*** Opening of Material provided ***
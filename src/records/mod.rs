//! The records that the stages of an ingest hand to each other, and the
//! store's metadata made from them: the bottom layer that `count`, `merge`,
//! `growth`, `ingest`, `stage` and `store` all use, so that every
//! dependency between them points down.
//!
//! * What counting reports: [`ReadTotals`] of the [`Span`]s it read.
//! * What merging and joining report per partition: [`Merged`], [`Joined`]
//!   with its [`PartitionStats`].
//! * What a finished store records: [`StoreMeta`] ([`Settings`], [`Totals`],
//!   [`OrderStats`], the [`GrowthCurve`], the root [`ContextStats`]), made
//!   from the partitions' results by [`store_meta`].
//!
//! Nothing here does I/O; the types serialise with serde into the ingest
//! manifest, the cluster stages' `done.json` files and the store's
//! metadata record, whose byte layouts therefore live here too, with the
//! conversion of the records older versions wrote ([`upgrade_store_meta`],
//! [`upgrade_partition_records`]).

mod context;
mod meta;
mod partition;
mod upgrade;

pub use context::ContextStats;
pub use meta::{
    GrowthCurve, OrderStats, Settings, StoreMeta, Totals, Unique, WordListInfo, STORE_VERSION,
};
pub use partition::{store_meta, BadLineAt, Joined, Merged, PartitionStats, ReadTotals};
pub use upgrade::{upgrade_partition_records, upgrade_store_meta};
*** Close of Material provided ***
- _Assignment_: Output the full listing exactly as it stands.

- _The completed task_:
filename src/records/mod.rs
//! The records that the stages of an ingest hand to each other, and the
//! store's metadata made from them: the bottom layer that `count`, `merge`,
//! `growth`, `ingest`, `stage` and `store` all use, so that every
//! dependency between them points down.
//!
//! * What counting reports: [`ReadTotals`] of the [`Span`]s it read.
//! * What merging and joining report per partition: [`Merged`], [`Joined`]
//!   with its [`PartitionStats`].
//! * What a finished store records: [`StoreMeta`] ([`Settings`], [`Totals`],
//!   [`OrderStats`], the [`GrowthCurve`], the root [`ContextStats`]), made
//!   from the partitions' results by [`store_meta`].
//!
//! Nothing here does I/O; the types serialise with serde into the ingest
//! manifest, the cluster stages' `done.json` files and the store's
//! metadata record, whose byte layouts therefore live here too, with the
//! conversion of the records older versions wrote ([`upgrade_store_meta`],
//! [`upgrade_partition_records`]).

mod context;
mod meta;
mod partition;
mod upgrade;

pub use context::ContextStats;
pub use meta::{
    GrowthCurve, OrderStats, Settings, StoreMeta, Totals, Unique, WordListInfo, STORE_VERSION,
};
pub use partition::{store_meta, BadLineAt, Joined, Merged, PartitionStats, ReadTotals};
pub use upgrade::{upgrade_partition_records, upgrade_store_meta};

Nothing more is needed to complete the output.